↓

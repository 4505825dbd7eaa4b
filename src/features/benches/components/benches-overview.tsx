import { useState } from 'react';
import { Link, useSearchParams } from 'react-router';
import { Alert } from '../../../components/ui/alert';
import { Button } from '../../../components/ui/button';
import { EmptyState } from '../../../components/ui/empty-state';
import { PageHeader } from '../../../components/ui/page-header';
import { Panel } from '../../../components/ui/panel';
import { Select } from '../../../components/ui/select';
import { userTimeZone, zoneAbbreviation } from '../../../lib/format-time';
import type { Bench, Booking } from '../../../../shared/schemas/benches';
import type { QueueItem } from '../../../../shared/schemas/matrix';
import type { BenchProfileOption } from '../api/get-bench-profiles';
import { useBenches } from '../api/get-benches';
import { useBookings } from '../api/get-bookings';
import { BenchCautions } from './bench-cautions';
import { BenchDialog } from './bench-dialog';
import { BenchesTable } from './benches-table';
import { dateParam, formatDayHeading, startOfWeek, weekFromParams } from './bench-time';
import { BookingAgenda } from './booking-agenda';
import { BookingForm } from './booking-form';

export interface BenchesOverviewProps {
  currentUserId: number;
  /** Editors add and edit benches. */
  canManage: boolean;
  /** Bench testers book slots; these are their bookable cells (null for other roles). */
  bookableCells: readonly QueueItem[] | null;
  /** Bench profiles for the bench form (editors only). */
  profiles: readonly BenchProfileOption[];
  /** The moment the page was opened, from the loader (keeps rendering pure). */
  openedAt: number;
}

export function BenchesOverview({ currentUserId, canManage, bookableCells, profiles, openedAt }: BenchesOverviewProps) {
  const [params, setParams] = useSearchParams();
  const benches = useBenches();
  const { weekStart, from, to } = weekFromParams(params, openedAt);
  const bookings = useBookings({ from, to });
  const [dialog, setDialog] = useState<{ bench: Bench | null; open: boolean }>({ bench: null, open: false });
  const [notice, setNotice] = useState<string | null>(null);
  const [lastBooking, setLastBooking] = useState<Booking | null>(null);

  const requestedBench = Number(params.get('bench'));
  const benchId = benches.some((bench) => bench.id === requestedBench) ? requestedBench : null;
  const zone = userTimeZone();
  const abbreviation = zoneAbbreviation(new Date(openedAt).toISOString());
  const zoneLabel = abbreviation && abbreviation !== zone ? `${zone} (${abbreviation})` : zone;
  const today = dateParam(new Date(openedAt));
  const nextHour = new Date(openedAt);
  nextHour.setHours(nextHour.getHours() + 1, 0, 0, 0);

  const weekHref = (date: Date) => {
    const next = new URLSearchParams(params);
    next.set('week', dateParam(startOfWeek(date)));
    return `?${next}`;
  };

  const startEditing = (bench: Bench) => {
    setNotice(null);
    setDialog({ bench, open: true });
  };

  const lastBookingWeek = lastBooking ? dateParam(startOfWeek(new Date(lastBooking.startsAt))) : null;

  return (
    <>
      <PageHeader
        eyebrow="Lab"
        title="Benches"
        description={
          bookableCells
            ? 'The physical test systems and who has them when. Book time against the cells assigned to you.'
            : 'The physical test systems and who has them when. Bench testers book time against their assigned cells.'
        }
        actions={
          canManage ? (
            <Button
              variant="primary"
              onClick={() => {
                setNotice(null);
                setDialog({ bench: null, open: true });
              }}
            >
              Add bench
            </Button>
          ) : undefined
        }
      />
      <BenchCautions />
      {notice && (
        <Alert tone="success" announce className="mb-4">
          {notice}
        </Alert>
      )}

      {benches.length === 0 ? (
        <EmptyState title="No benches yet">
          {canManage
            ? 'Add the lab’s test systems with Add bench; testers can then book time on them.'
            : 'An editor adds the lab’s test systems; you can book time on them once they are here.'}
        </EmptyState>
      ) : (
        <>
          <section aria-labelledby="benches-heading" className="mb-6">
            <h2 id="benches-heading" className="mb-2 text-lg font-semibold text-ink">
              Test systems
            </h2>
            <BenchesTable
              benches={benches}
              bookings={bookings}
              onEdit={canManage ? startEditing : undefined}
              now={openedAt}
            />
          </section>

          <div className="grid grid-cols-1 gap-5 lg:grid-cols-[minmax(0,3fr)_minmax(0,2fr)]">
            {bookableCells && (
              <div className="lg:sticky lg:top-4 lg:col-start-2 lg:row-start-1 lg:self-start">
                <Panel title="Book a bench" description="Your slot, for your assigned cells.">
                  <BookingForm
                    benches={benches}
                    cells={bookableCells}
                    initialBenchId={benchId}
                    suggestedStart={nextHour}
                    zoneLabel={zoneLabel}
                    onBooked={setLastBooking}
                  />
                  {lastBooking && lastBookingWeek !== dateParam(weekStart) && (
                    <p className="mt-3 text-sm">
                      <Link to={weekHref(new Date(lastBooking.startsAt))} className="underline underline-offset-2">
                        Show the week of {formatDayHeading(new Date(lastBooking.startsAt))}
                      </Link>
                    </p>
                  )}
                </Panel>
              </div>
            )}
            <div className={bookableCells ? 'lg:col-start-1 lg:row-start-1' : 'lg:col-span-2'}>
              <div className="mb-3 sm:w-72">
                <Select
                  label="Show bench"
                  required={false}
                  placeholder="All benches in service"
                  options={benches.map((bench) => ({
                    value: String(bench.id),
                    label: bench.active ? bench.name : `${bench.name} (out of service)`,
                  }))}
                  value={benchId === null ? '' : String(benchId)}
                  onChange={(event) =>
                    setParams(
                      (current) => {
                        const next = new URLSearchParams(current);
                        if (event.target.value) next.set('bench', event.target.value);
                        else next.delete('bench');
                        return next;
                      },
                      { preventScrollReset: true },
                    )
                  }
                />
              </div>
              <BookingAgenda
                weekStart={weekStart}
                today={today}
                benches={benches}
                bookings={bookings}
                benchId={benchId}
                currentUserId={currentUserId}
                weekHref={weekHref}
                zoneLabel={zoneLabel}
              />
            </div>
          </div>
        </>
      )}

      {canManage && (
        <BenchDialog
          open={dialog.open}
          bench={dialog.bench}
          profiles={profiles}
          onClose={() => setDialog((current) => ({ ...current, open: false }))}
          onSaved={(bench, created) => {
            setDialog((current) => ({ ...current, open: false }));
            setNotice(created ? `${bench.name} is added; testers can book it now.` : `${bench.name} is saved.`);
          }}
        />
      )}
    </>
  );
}
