import { expect } from 'vitest';
import { analyseLog } from '../../shared/domain/analysis/analyse-log';
import { syntheticLoggerLog, type SyntheticLogSpec } from '../../shared/generators/synthetic-logger-log';
import { analysisResultSchema, type AnalysisOptionsInput, type ColumnMapping } from '../../shared/schemas/analysis';

/** The columns of a generated log with two VRM probes, the room, the clock and the package power. */
export const twoProbeMapping: ColumnMapping = {
  vrm: ['VRM 1 [°C]', 'VRM 2 [°C]'],
  ambient: 'Ambient [°C]',
  clock: 'CPU clock [MHz]',
  power: 'Package power [W]',
};

/**
 * Two VRM probes at 1 Hz rising first-order from 30 °C (VRM 1 by `vrm1RiseC` with τ = 420 s, VRM 2 by 40 °C with
 * τ = 400 s), each with `noiseC` of noise, in a 21 °C room under a steady 4600 MHz clock: the soak the analysis tests
 * start from, adding power, a load end or a fault where they need one.
 */
export function twoProbeRiseSpec({
  durationS,
  seed,
  noiseC,
  vrm1RiseC = 45,
}: {
  durationS: number;
  seed: number;
  noiseC: number;
  vrm1RiseC?: number;
}): SyntheticLogSpec {
  return {
    durationS,
    sampleHz: 1,
    seed,
    probes: [
      { name: 'VRM 1', startC: 30, riseC: vrm1RiseC, tauS: 420, noiseC },
      { name: 'VRM 2', startC: 30, riseC: 40, tauS: 400, noiseC },
    ],
    ambient: { name: 'Ambient', startC: 21, noiseC: 0.05 },
    clock: { name: 'CPU clock [MHz]', mhz: 4600, noiseMhz: 10 },
  };
}

/** A generated log analysed; the result must be the API document, and a refused log fails with its errors. */
export function analyseSpec(
  spec: SyntheticLogSpec,
  options: AnalysisOptionsInput = {},
  mapping: ColumnMapping = twoProbeMapping,
) {
  const outcome = analyseLog(syntheticLoggerLog(spec), { mapping, options });
  if (!outcome.ok) throw new Error(JSON.stringify(outcome.errors));
  expect(analysisResultSchema.safeParse(outcome.analysis).success).toBe(true);
  return outcome.analysis;
}

/** An hour at 1 Hz with three VRM probes; VRM 3 reads OPEN from the first sample to the last (a dead probe). */
export function deadThirdProbeSpec(): SyntheticLogSpec {
  return {
    durationS: 3600,
    sampleHz: 1,
    seed: 9,
    probes: [
      { name: 'VRM 1', startC: 30, riseC: 45, tauS: 420 },
      { name: 'VRM 2', startC: 30, riseC: 40, tauS: 400 },
      { name: 'VRM 3', startC: 30, riseC: 40, tauS: 400, dropouts: [{ fromS: 0, toS: 3600, marker: 'OPEN' }] },
    ],
    ambient: { name: 'Ambient', startC: 21 },
    clock: { name: 'CPU clock [MHz]', mhz: 4600 },
  };
}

↑

→ What the task requires: Check every line of the data for the string "canManage". Give the number of lines that have it, and only that.

→ Reply to the exercise: 6